Content starts

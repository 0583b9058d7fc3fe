// Numbers and quantities in words, the same in sheet, HTML and terminal.
#pragma once

#include <string>

#include "coldpin/measure/figure.h"
#include "coldpin/profile/device_profile.h"

namespace coldpin::report {

// "-128.31 dBu +- 0.12 dB" parts: value rounded to the digits its uncertainty supports.
std::string value_text(const measure::Figure& figure);            // with bound: ">= 104.2 dB"
std::string uncertainty_text(const measure::Figure& figure);      // "± 0.12"
std::string limit_text(const profile::Requirement& requirement);  // "39.5 ... 40.5 dB", "at least 80 dB"
std::string quantity_text(const std::string& quantity, const measure::Conditions& conditions);
std::string margin_text(double margin);           // "+0.43", "+2000": digits by size
std::string frequency_text(double frequency_hz);  // "997 Hz", "10 kHz"

}  // namespace coldpin::report
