// Captures on a rig: levels in dBu at the preamp, ramps, limits, content checks, retakes.
#pragma once

#include <atomic>
#include <functional>
#include <memory>
#include <optional>
#include <span>
#include <string>
#include <vector>

#include "coldpin/rig/backend.h"
#include "coldpin/rig/content_check.h"
#include "coldpin/rig/path_check.h"
#include "coldpin/rig/setup.h"
#include "coldpin/signal/description.h"
#include "coldpin/signal/recording.h"
#include "coldpin/units/error.h"

namespace coldpin::rig {

// The interface's input was at its end stop. A plan may try again with less drive.
class InputClipped : public CannotMeasure {
  public:
    using CannotMeasure::CannotMeasure;
};

struct CaptureRequest {
    std::string label;  // names recordings: "gain-40dB"
    Feed feed = Feed::differential;
    signal::Stimulus stimulus;  // level_dbfs and rate_hz are set by the session from drive_dbu and the rig
    double drive_dbu =
        -60.0;              // at the preamp's input: differential or common mode by `feed`; unused when idle
    double settle_s = 0.0;  // silence recorded and thrown away before
    Wiring wiring;          // must be in force (Session::prepare)
    int device_input = 1;
    std::optional<double> expected_gain_db;  // differential, for the limit at the preamp's output
    std::optional<double> gain_db;           // measured at this setting, for the description
    std::optional<double> gain_uncertainty_db;
};

// A recording with everything needed to measure from it: what was played, volts, wiring. The recording's
// channels: the device's output first, then the reference if wired.
struct Capture {
    std::string label;
    signal::Recording recording;
    signal::Description description;
    int takes = 1;  // 2 and more: damaged ones were thrown away
};

class Session {
  public:
    // `stop` (may be null) ends a capture early with CannotMeasure("interrupted").
    Session(Setup setup, std::unique_ptr<Backend> backend, const std::atomic<bool>* stop = nullptr);

    const Setup& setup() const noexcept { return setup_; }
    std::string backend_description() const { return backend_->description(); }

    // Converter level for a drive at the preamp's input. Throws UsageError when the rig is not calibrated.
    double converter_level_dbfs(Feed feed, double drive_dbu) const;

    // The wiring that a feed needs on this rig.
    Wiring wiring_for(Feed feed, const std::string& setting, const std::string& unit_channel) const;

    // True when the wiring is in force or the back end brought it about; false: a person must, then
    // confirm().
    bool prepare(const Wiring& wiring);
    void confirm(const Wiring& wiring);

    // Plays and records, checks the content, takes a damaged capture again up to three times, then throws
    // CannotMeasure with the reason. Clipping at the converter also throws, saying what to turn down.
    Capture capture(const CaptureRequest& request);

    // Samples as they are on one output, every other one silent; what each input channel from 1 to `inputs`
    // heard, from the first frame on. For calibrating and path checks: no ramps, no retakes. Throws
    // UsageError for samples beyond full scale, peaks beyond the rig's limits at the preamp's input, or
    // wiring that was not prepared.
    signal::Recording play_raw(int output, std::span<const double> samples, int inputs);
    // The same on several outputs at once: one list of samples each, output 1 first, all of one length.
    signal::Recording play_raw(const std::vector<std::vector<double>>& outputs, int inputs);

    // A tone that goes on until `stop`, for a meter. Returns at once on a simulated rig that does not keep
    // time.
    void play_tone_until(const std::atomic<bool>& stop, int output, double frequency_hz, double level_dbfs);

    // The path probe on the differential output at that converter level, heard by the reference input (or, in
    // a loop, by the device's input). Within a second. Throws UsageError without a reference input outside a
    // loop.
    PathReport check_path(double level_dbfs);

    // Steady clocks that differ: every later capture's description says so. Nothing: one clock.
    void set_clock_ppm(std::optional<double> ppm) { clock_ppm_ = ppm; }

    // Throws UsageError when the request would exceed a limit of the rig or cannot be reached by its
    // converter. capture() asks this first; a plan asks it for everything before anything is played.
    void require_within_limits(const CaptureRequest& request) const;

  private:
    // Whatever is asked for, as samples or as a tone: the limits at the preamp's input hold.
    void require_peak_within_limits(int output, double peak) const;
    signal::Description description_for(const CaptureRequest& request,
                                        const signal::Stimulus& stimulus) const;

    Setup setup_;
    std::unique_ptr<Backend> backend_;
    const std::atomic<bool>* stop_;
    std::optional<Wiring> wiring_;
    std::optional<double> clock_ppm_;
};

}  // namespace coldpin::rig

Content ends

_EXERCISE DETAILS_
Write out only the lines that run from the line containing "for the description" through the line containing "Wiring wiring_for(Feed feed, const", both included, exactly as they appear above.

_RESPONSE AREA_
    std::optional<double> gain_db;           // measured at this setting, for the description
    std::optional<double> gain_uncertainty_db;
};

// A recording with everything needed to measure from it: what was played, volts, wiring. The recording's
// channels: the device's output first, then the reference if wired.
struct Capture {
    std::string label;
    signal::Recording recording;
    signal::Description description;
    int takes = 1;  // 2 and more: damaged ones were thrown away
};

class Session {
  public:
    // `stop` (may be null) ends a capture early with CannotMeasure("interrupted").
    Session(Setup setup, std::unique_ptr<Backend> backend, const std::atomic<bool>* stop = nullptr);

    const Setup& setup() const noexcept { return setup_; }
    std::string backend_description() const { return backend_->description(); }

    // Converter level for a drive at the preamp's input. Throws UsageError when the rig is not calibrated.
    double converter_level_dbfs(Feed feed, double drive_dbu) const;

    // The wiring that a feed needs on this rig.
    Wiring wiring_for(Feed feed, const std::string& setting, const std::string& unit_channel) const;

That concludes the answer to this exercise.